News Tracker

What we are watching in Canadian crime, justice, policing, prisons, and national security, and why it matters.

This is a curated tracker, not a news feed. It follows the developing stories that a public criminologist should be watching, grouped by theme, with a short note on why each matters and a link to the original reporting. Coverage is selective by design. The aim is to show the patterns behind the headlines, not to repeat the headlines themselves.

Last reviewed: June 22, 2026. Update rhythm: weekly while the extortion file remains active. Inclusion standard: official data, court outcomes, major reporting, and significant public-safety developments. Items link to original reporting at the source; summaries here are brief and original.

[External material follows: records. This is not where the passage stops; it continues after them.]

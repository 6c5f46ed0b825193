package live

import (
	"context"
	"crypto/sha256"
	"encoding/hex"
	"encoding/json"
	"errors"
	"fmt"
	"math"
	"math/cmplx"
	"sort"
	"strings"

	"github.com/nats-io/nats.go/jetstream"
)

// storedGeometry is a commissioned geometry in uc_state.
type storedGeometry struct {
	Conductors []ConductorConfig `json:"conductors"`
	From       float64           `json:"from"`
	To         float64           `json:"to"`
	Worker     string            `json:"worker"`
	// Uncertainty is the covariance of the geometry's fit, carried into
	// every window's sigmas (absent from geometries stored by earlier
	// versions, whose windows' sigmas leave it out).
	Uncertainty *geometryUncertainty `json:"uncertainty,omitempty"`
	// Inputs are the site file's settings the geometry was commissioned
	// with, and InputsDigest their digest (commissionInputs.digest): a
	// geometry whose settings the site file has changed since is not
	// used. Both are absent from geometries stored by earlier versions.
	Inputs       *commissionInputs `json:"inputs,omitempty"`
	InputsDigest string            `json:"inputs_digest,omitempty"`
}

// commissionInputs are the settings of an asset's site file entry that
// its commissioning used: the conductor entries in their order (names;
// the points and directions given, which name, turn and place the fitted
// lines), the sensors by name (positions, orientations: where the
// readings fitted were taken), the mode and frequency, and the
// commissioning period.
type commissionInputs struct {
	Mode       string           `json:"mode"`
	Frequency  float64          `json:"frequency,omitempty"`
	Commission float64          `json:"commission_s"`
	Sensors    []sensorInput    `json:"sensors"`
	Conductors []conductorInput `json:"conductors"`
}

// sensorInput is one sensor of commissionInputs.
type sensorInput struct {
	Name        string     `json:"name"`
	Position    [3]float64 `json:"position"`
	Orientation [3]float64 `json:"orientation"`
}

// conductorInput is one conductor entry of commissionInputs; Point and
// Direction are nil when the site file does not give them.
type conductorInput struct {
	Name      string      `json:"name"`
	Point     *[3]float64 `json:"point,omitempty"`
	Direction *[3]float64 `json:"direction,omitempty"`
}
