// StationChange is one station matched in both surveys. Sigmas are one
// standard deviation; a change's is both surveys' in quadrature.
type StationChange struct {
	OldKey      string  `json:"old_key"`
	NewKey      string  `json:"new_key"`
	Chainage    float64 `json:"chainage_m"`
	NewChainage float64 `json:"new_chainage_m"`
	// NewOnOld is NEW's station's place on OLD's chainage: its plan
	// position projected onto OLD's route, m. Chainage is OLD's station's
	// (for one of Between, this place).
	NewOnOld      float64 `json:"new_on_old_chainage_m"`
	Separation    float64 `json:"separation_m"`
	OldCurrent    float64 `json:"old_current_a"`
	OldCurrentSig float64 `json:"old_current_sigma_a"`
	NewCurrent    float64 `json:"new_current_a"`
	NewCurrentSig float64 `json:"new_current_sigma_a"`
	CurrentChange float64 `json:"current_change_a"`
	CurrentSigma  float64 `json:"current_change_sigma_a"`
	CurrentZ      float64 `json:"current_z"`
	// Ratio is NEW/OLD current, absent where OLD's current is within 3
	// sigma of zero.
	Ratio      *float64 `json:"ratio,omitempty"`
	RatioSigma *float64 `json:"ratio_sigma,omitempty"`
	// BeyondLevel is the change beyond the route's level factor, NEW -
	// level*OLD, with its sigma and z, when the level changed (the
	// conductor's ratio.level_applied); the current flag is then on it.
	BeyondLevel      *float64 `json:"current_change_beyond_level_a,omitempty"`
	BeyondLevelSigma *float64 `json:"current_change_beyond_level_sigma_a,omitempty"`
	BeyondLevelZ     *float64 `json:"current_change_beyond_level_z,omitempty"`
	CurrentFlag      bool     `json:"current_flag"`
	OldCover         *float64 `json:"old_cover_m,omitempty"`
	OldCoverSig      *float64 `json:"old_cover_sigma_m,omitempty"`
	NewCover         *float64 `json:"new_cover_m,omitempty"`
	NewCoverSig      *float64 `json:"new_cover_sigma_m,omitempty"`
	CoverChange      *float64 `json:"cover_change_m,omitempty"`
	CoverSigma       *float64 `json:"cover_change_sigma_m,omitempty"`
	CoverZ           *float64 `json:"cover_z,omitempty"`
	// CoverBeyondOffset is the change of cover beyond the conductor's
	// depth offset, with its sigma and z, when the offset is applied; the
	// cover flag is then on it.
	CoverBeyondOffset      *float64 `json:"cover_change_beyond_offset_m,omitempty"`
	CoverBeyondOffsetSigma *float64 `json:"cover_change_beyond_offset_sigma_m,omitempty"`
	CoverBeyondOffsetZ     *float64 `json:"cover_change_beyond_offset_z,omitempty"`
	CoverFlag              bool     `json:"cover_flag"`
	// Interpolated is true for one of ConductorComparison.Between: OLD's
	// values are interpolated between the two stations OldKey names.
	Interpolated bool `json:"old_interpolated,omitempty"`
	// NowShallow is true when NEW's cover is under the minimum cover and
	// OLD's was not.
	NowShallow bool `json:"now_under_min_cover,omitempty"`
	// PoorFit names the side(s) whose group's fit here is not sound
	// ("OLD", "NEW" or "both"; Comparison.PoorFits): the station is then
	// left out of the ratio's level and steps, and its changes are
	// doubtful. Empty when both are sound.
	PoorFit string `json:"poor_fit,omitempty"`
}

// RatioProfile is the test of NEW/OLD current along a conductor for one
// factor: Level is the supply's factor, LevelApplied whether it differs
// from 1 beyond both thresholds (the station changes are then measured
// beyond it), and Step the most significant single step in the ratio,
// when it is beyond both thresholds: a loss that changed between the
// surveys.
//
// Without a step Level is the weighted mean ratio of the stations that
// agree with the median ratio (LevelFrom "all"). With a step the two
// sides read two factors, and the supply's is the one on the side the
// current flows from: past a new loss every station reads the factor
// less the loss, and a median would take whichever side has more
// stations. A DC current is signed along increasing chainage, so its sign
// tells the side (LevelFrom "upstream": the step's Before side for a
// current flowing toward increasing chainage, its After side otherwise).
// An AC magnitude, or a DC current of no clear sign, does not
// (LevelFrom "unknown"): Level is then the step's Before side, but
// neither side is chosen: each station is measured against its own
// side's reading (SideLevels), and both readings are stated.
type RatioProfile struct {
	Level        float64    `json:"level"`
	LevelSigma   float64    `json:"level_sigma"`
	LevelApplied bool       `json:"level_applied"`
	Stations     int        `json:"stations"`
	Chi2         float64    `json:"chi2"`
	Dof          int        `json:"dof"`
	Constant     bool       `json:"constant"`
	Step         *RatioStep `json:"step,omitempty"`
	// LevelFrom is "all", "upstream" or "unknown" (see above).
	LevelFrom string `json:"level_from,omitempty"`
	// SideLevels is true when each station's change is measured against
	// its own side of the step (LevelFrom "unknown").
	SideLevels bool `json:"level_by_side,omitempty"`
	// MedianLevel is the weighted mean ratio of the stations that agree
	// with the median ratio, whatever LevelFrom says: the majority's
	// reading, which with a step is not the supply's factor.
	MedianLevel      float64 `json:"median_level,omitempty"`
	MedianLevelSigma float64 `json:"median_level_sigma,omitempty"`
}

// levelAt returns the factor a station at OLD chainage ch is measured
// against, its sigma and whether it differs from 1 (beyond both
// thresholds).
func (p *RatioProfile) levelAt(ch float64) (float64, float64, bool) {
	if p == nil {
		return 1, 0, false
	}
	if p.SideLevels && p.Step != nil {
		if ch > p.Step.boundary() {
			return p.Step.After, p.Step.AfterSigma, p.Step.afterApplied
		}
		return p.Step.Before, p.Step.BeforeSigma, p.Step.beforeApplied
	}
	return p.Level, p.LevelSigma, p.LevelApplied
}

// RatioStep is a step in the ratio profile between two successive matched
// stations (OLD's keys). Its chainages are OLD's and bracket the step with
// both walks' stations: ChainageFrom is the farther along of the two
// stations (OLD's and NEW's, placed on OLD's chainage) of the last pair
// before it, ChainageTo the nearer of the first pair after it; a pair
// beside the step whose ratio cannot tell the two sides apart (within
// --sigmas of both) widens the bracket past it, and FromKey and ToKey
// name the pairs that bound it.
type RatioStep struct {
	FromKey      string  `json:"from_key"`
	ToKey        string  `json:"to_key"`
	ChainageFrom float64 `json:"chainage_from_m"`
	ChainageTo   float64 `json:"chainage_to_m"`
	Before       float64 `json:"ratio_before"`
	BeforeSigma  float64 `json:"ratio_before_sigma"`
	After        float64 `json:"ratio_after"`
	AfterSigma   float64 `json:"ratio_after_sigma"`
	Z            float64 `json:"z"`
	// CurrentA is the step of the ratio times OLD's median |current| past
	// it: about the change of current it means there, A.
	CurrentA float64 `json:"current_a"`
	// Downstream is "after" or "before": the side the current flows to
	// (the step's After side for a current flowing toward increasing
	// chainage); empty when the flow's direction is not known (AC).
	Downstream string `json:"downstream,omitempty"`
	// CurrentAlongFlowA is the change the step means along the flow
	// (downstream less upstream), negative for a loss; absent when the
	// direction is not known.
	CurrentAlongFlowA *float64 `json:"current_along_flow_a,omitempty"`
	// BelowThreshold is true for a step many sigmas out (beyond
	// subThresholdSigmas, where the chi-square rejects one level and the
	// step explains the scatter) whose current is under the practical
	// threshold: found and reported as such, not hidden.
	BelowThreshold bool `json:"below_threshold,omitempty"`

	beforeApplied, afterApplied bool
	// split is OLD's chainage between the two pairs the step falls
	// between (hasSplit): the stations on either side of it are measured
	// against that side's reading. Else the bracket's middle.
	split    float64
	hasSplit bool
}

// boundary is the chainage that parts the step's two sides.
func (s *RatioStep) boundary() float64 {
	if s.hasSplit {
		return s.split
	}
	return (s.ChainageFrom + s.ChainageTo) / 2
}

// StepComparison compares the current-step findings of both surveys on
// one conductor (OLD's numbering). Status is new, gone, grown, shrunk,
// unchanged, not-covered-by-new or not-covered-by-old; steps are signed
// (a loss is negative), NEW's chainages taken onto OLD's. A step of one
// survey without a partner is gone (or new) only when the other survey
// has used stations on both sides of its bracket (within --tolerance);
// else that survey did not walk there and it is not covered.
type StepComparison struct {
	Conductor    int      `json:"conductor"`
	Status       string   `json:"status"`
	ChainageFrom float64  `json:"chainage_from_m"`
	ChainageTo   float64  `json:"chainage_to_m"`
	OldGroups    []string `json:"old_groups,omitempty"`
	NewGroups    []string `json:"new_groups,omitempty"`
	OldStep      *float64 `json:"old_step_a,omitempty"`
	OldStepSigma *float64 `json:"old_step_sigma_a,omitempty"`
	NewStep      *float64 `json:"new_step_a,omitempty"`
	NewStepSigma *float64 `json:"new_step_sigma_a,omitempty"`
	Change       *float64 `json:"change_a,omitempty"`
	ChangeSigma  *float64 `json:"change_sigma_a,omitempty"`
	Z            *float64 `json:"z,omitempty"`
	// BelowThreshold is true for a grown or shrunk step whose change is
	// beyond --sigmas but under the practical current threshold.
	BelowThreshold bool `json:"below_threshold,omitempty"`
}

// Change is one thing that changed, in words, for the list a crew reads:
// Kind is current-change, cover-change, ratio-step, level-change,
// depth-offset, step-new, step-gone, step-grown, step-shrunk or
// conductor-unmatched (station-unmatched, in earlier versions, is now a
// note). Conductor is OLD's number (0 for a conductor of NEW's without a
// partner: NewConductor names it). Groups holds OLD's keys then NEW's;
// OldGroups and NewGroups part them. Value and Sigma are the change's
// number in Unit: level-change NEW/OLD ("ratio", on the side the current
// flows from; ValuePastStep the other side's when the direction is not
// known), depth-offset and cover-change m, current-change, the step
// kinds and ratio-step A (ratio-step: along the flow where it is known),
// conductor-unmatched the conductor's median current, A. Stations are
// OLD's stations whose own flag restates this change (past a ratio step,
// every station reads the same loss) and so are not listed one by one.
// Notes carry locate's doubts about a conductor without a partner.
type Change struct {
	Kind         string   `json:"kind"`
	Conductor    int      `json:"conductor"`
	NewConductor int      `json:"new_conductor,omitempty"`
	Chainage     *float64 `json:"chainage_m,omitempty"`
	ChainageFrom *float64 `json:"chainage_from_m,omitempty"`
	ChainageTo   *float64 `json:"chainage_to_m,omitempty"`
	Groups       []string `json:"groups,omitempty"`
	OldGroups    []string `json:"old_groups,omitempty"`
	NewGroups    []string `json:"new_groups,omitempty"`
	Value        *float64 `json:"value,omitempty"`
	Sigma        *float64 `json:"sigma,omitempty"`
	ValuePast    *float64 `json:"value_past_step,omitempty"`
	SigmaPast    *float64 `json:"sigma_past_step,omitempty"`
	Unit         string   `json:"unit,omitempty"`
	Stations     []string `json:"stations,omitempty"`
	Notes        []string `json:"notes,omitempty"`
	// BelowThreshold is true for a ratio-step, step-grown or step-shrunk
	// that is many sigmas out but under the practical current threshold.
	BelowThreshold bool   `json:"below_threshold,omitempty"`
	Message        string `json:"message"`
}

// roundCh rounds a chainage to the centimetre for the list of changes.
func roundCh(x float64) *float64 { v := math.Round(x*100) / 100; return &v }

// CompareError is a refusal to compare: the inputs do not describe one
// route in one frame.
type CompareError struct{ Msg string }

func (e *CompareError) Error() string { return e.Msg }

Organized extortion and the Bishnoi network

The extortion campaign targeting South Asian communities in B.C. is now producing court outcomes and a clearer picture of the network behind it. This is the live edge of the argument set out in When Subversion Masquerades as Extortion and the work of the Alliance.

Foreign interference and national security

Transnational repression and foreign-state activity keep surfacing inside ordinary criminal cases. The line between organized crime and state-linked coercion is thinner than the public picture assumes.

Prisons and corrections under strain

Deaths in custody, contraband, and staffing crises point to a corrections system under pressure, the same system the A Classroom in Every Prison campaign works inside.

Policing and technology

Police forces are adopting new tools faster than the public debate about them. Worth watching for both the gains and the accountability questions.

The point of tracking the news is not to react to it. It is to see which stories are symptoms of the same underlying problem, and to say so before the next cycle moves on.